When we developed the SegmentStatistics module with the plugin mechanism and support for handling DICOM meta-data we had a lengthy discussion related to duplicate measurements: https://github.com/QIICR/QuantitativeReporting/issues/161
It would be easy to add to SegmentStatistic exportToTable a separate Flag dicomExportReady that you could use from the QR module, but if the user selects certain plugins and measurements and they don't show up in the results table, the user would get confused and think something is not working. So we need to provide the user feedback somewhere about the issue.
I still think of it as a DICOM SR export issue that should get handled during SR export where the user gets feedback "Successfully exported SR" with potential warnings: "Warning: Measurement ... not exported because necessary DICOM information not provided by plugin" "Warning: Duplicate measurement types with different results! Only wrote first"
@chribaue I see your argument.
I don't think we should add dicomExportReady flag. But I was just thinking that we can have separate measurements group for individual plugins, and use Measurement Method concept (line 1 in http://dicom.nema.org/medical/dicom/current/output/chtml/part16/chapter_A.html#sect_TID_1419) to code the plugin that was used to perform the calculation. But I also think I would first want to consult with @dclunie. Let me write an email to him, or maybe better discuss at the next QIICR call. Let's postpone this issue until then.
Maybe it is even better to describe the plugin used to generate the measurement in the measurment modifier (line 6 of http://dicom.nema.org/medical/dicom/current/output/chtml/part16/chapter_A.html#sect_TID_1419). We can have unlimited number of such modifiers per measurement. You can also see an example of how this is communicated in the parameter file to the converter here: https://github.com/QIICR/dcmqi/blob/master/doc/examples/sr-tid1500-ct-liver-example.json#L63-L87
@fedorov both approaches sound reasonable to me.
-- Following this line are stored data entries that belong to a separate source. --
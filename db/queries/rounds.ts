import 'server-only';
import { and, eq, inArray, isNull, sql } from 'drizzle-orm';
import { v7 } from 'uuid';
import { db, type Executor } from '../client';
import { journals } from '../schema/journals';
import { muslins } from '../schema/muslins';
import { rounds } from '../schema/rounds';
import { recordAudit } from './audit';
import { moveToBin } from './bin';
import { writeGuarded } from './guarded';
import type { Written } from './outcome';
import type { Viewer } from './viewer';
import { journalIds, journalOwnedBy, roundIds, roundOwnedBy } from './visible-to';

export interface MuslinInput {
  cut: 'full' | 'shorts';
  cloth: string;
  clothKind: 'woven' | 'stretch-woven' | 'knit';
  stretchPercent: number;
  isOnGrain: boolean;
  size: string;
  isStraightFromDraft: boolean;
}

export type RoundInput = { wornOn: string | null } & (
  { begun: 'new-cloth'; muslin: MuslinInput } | { begun: 're-baste' | 'patch' }
);

const COLUMNS = {
  id: rounds.id,
  number: rounds.number,
  begun: rounds.begun,
  wornOn: rounds.wornOn,
  note: rounds.note,
  hangsCleanAt: rounds.hangsCleanAt,
  version: rounds.version,
};

async function lastMuslinId(tx: Executor, journalId: string): Promise<string | null> {
  const [last] = await tx
    .select({ id: muslins.id })
    .from(muslins)
    .where(eq(muslins.journalId, journalId))
    .orderBy(sql`${muslins.ordinal} desc`)
    .limit(1);
  return last?.id ?? null;
}

async function cutMuslin(tx: Executor, journalId: string, input: MuslinInput): Promise<string> {
  const id = v7();
  await tx.insert(muslins).values({
    ...input,
    id,
    journalId,
    ordinal: sql`(select coalesce(max(m.ordinal), 0) + 1 from muslins m where m.journal_id = ${journalId})`,
  });
  return id;
}

/**
 * Begins the next round of a journal: on new cloth, or on the muslin of the round before. The journal row is locked while the
 * number is given, so that two phones at once get two numbers; the same id sent twice is one round.
 * @returns the number, or null where the journal is not the viewer's or there is no muslin yet to baste again
 */
export async function createRound(
  viewer: Viewer,
  journalId: string,
  id: string,
  input: RoundInput,
): Promise<number | null> {
  return db().transaction(async (tx) => {
    const [journal] = await tx
      .select({ id: journals.id })
      .from(journals)
      .where(and(eq(journals.id, journalId), inArray(journals.id, journalIds(journalOwnedBy(viewer)))))
      .for('update');
    if (!journal) return null;
    const [made] = await tx
      .select({ number: rounds.number })
      .from(rounds)
      .where(and(eq(rounds.id, id), eq(rounds.journalId, journalId)));
    if (made) return made.number;
    const muslinId =
      input.begun === 'new-cloth'
        ? await cutMuslin(tx, journalId, input.muslin)
        : await lastMuslinId(tx, journalId);
    if (!muslinId) return null;
    const [row] = await tx
      .insert(rounds)
      .values({
        id,
        journalId,
        muslinId,
        begun: input.begun,
        wornOn: input.wornOn,
        number: sql`(select coalesce(max(r.number), 0) + 1 from rounds r where r.journal_id = ${journalId})`,
      })
      .onConflictDoNothing()
      .returning({ number: rounds.number });
    if (!row) return null;
    await recordAudit(tx, { actorId: viewer.userId, verb: 'create', objectKind: 'round', objectId: id });
    return row.number;
  });
}

export interface RoundEdit {
  note?: string | undefined;
  wornOn?: string | null | undefined;
  hangsClean?: boolean | undefined;
}

async function findOwnRound(viewer: Viewer, id: string) {
  const [row] = await db()
    .select(COLUMNS)
    .from(rounds)
    .where(and(eq(rounds.id, id), inArray(rounds.id, roundIds(roundOwnedBy(viewer)))));
  return row ?? null;
}
export type RoundDto = NonNullable<Awaited<ReturnType<typeof findOwnRound>>>;

export function updateRound(
  viewer: Viewer,
  id: string,
  seenVersion: number,
  edit: RoundEdit,
): Promise<Written<RoundDto>> {
  const { hangsClean, ...columns } = edit;
  const set = {
    ...columns,
    ...(hangsClean === undefined ? {} : { hangsCleanAt: hangsClean ? sql`now()` : null }),
    version: sql`${rounds.version} + 1`,
  };
  return writeGuarded({
    viewer,
    objectKind: 'round',
    id,
    edit,
    write: async (tx) => {
      const owned = inArray(rounds.id, roundIds(roundOwnedBy(viewer)));
      const mine = and(eq(rounds.id, id), owned, eq(rounds.version, seenVersion));
      return (await tx.update(rounds).set(set).where(mine).returning({ id: rounds.id })).length > 0;
    },
    find: () => findOwnRound(viewer, id),
  });
}

export const removeRound = (viewer: Viewer, id: string) =>
  moveToBin(
    viewer,
    'round',
    id,
    and(isNull(rounds.deletedAt), inArray(rounds.id, roundIds(roundOwnedBy(viewer)))),
  );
In the spirit of data provenance, we want to maintain which software/measurement method was used to produce the results. @dclunie is definitely the person to consult on how to do that.
I just though of two points we should keep in mind:
- How will these changes impact
dcmqi's interface? - How will this extra information be interpreted by other DICOM compatible non-Slicer software?
- How will these changes impact dcmqi's interface?
Those features are already supported by dcmqi, so should be fine.
- How will this extra information be interpreted by other DICOM compatible non-Slicer software?
We don't know! The only DICOM compatible software that supports SR TID 1500 is ePAD, and they use dcmqi! We are literally on the cutting edge here establishing the pattern of encoding this kind of things. It would be great if there were more tools or at least bigger community to discuss those ideas.
related to #217
After discussion, it was decided it makes sense to use TID 1409 Algorithm Identification for the purpose of specifying the plugin used.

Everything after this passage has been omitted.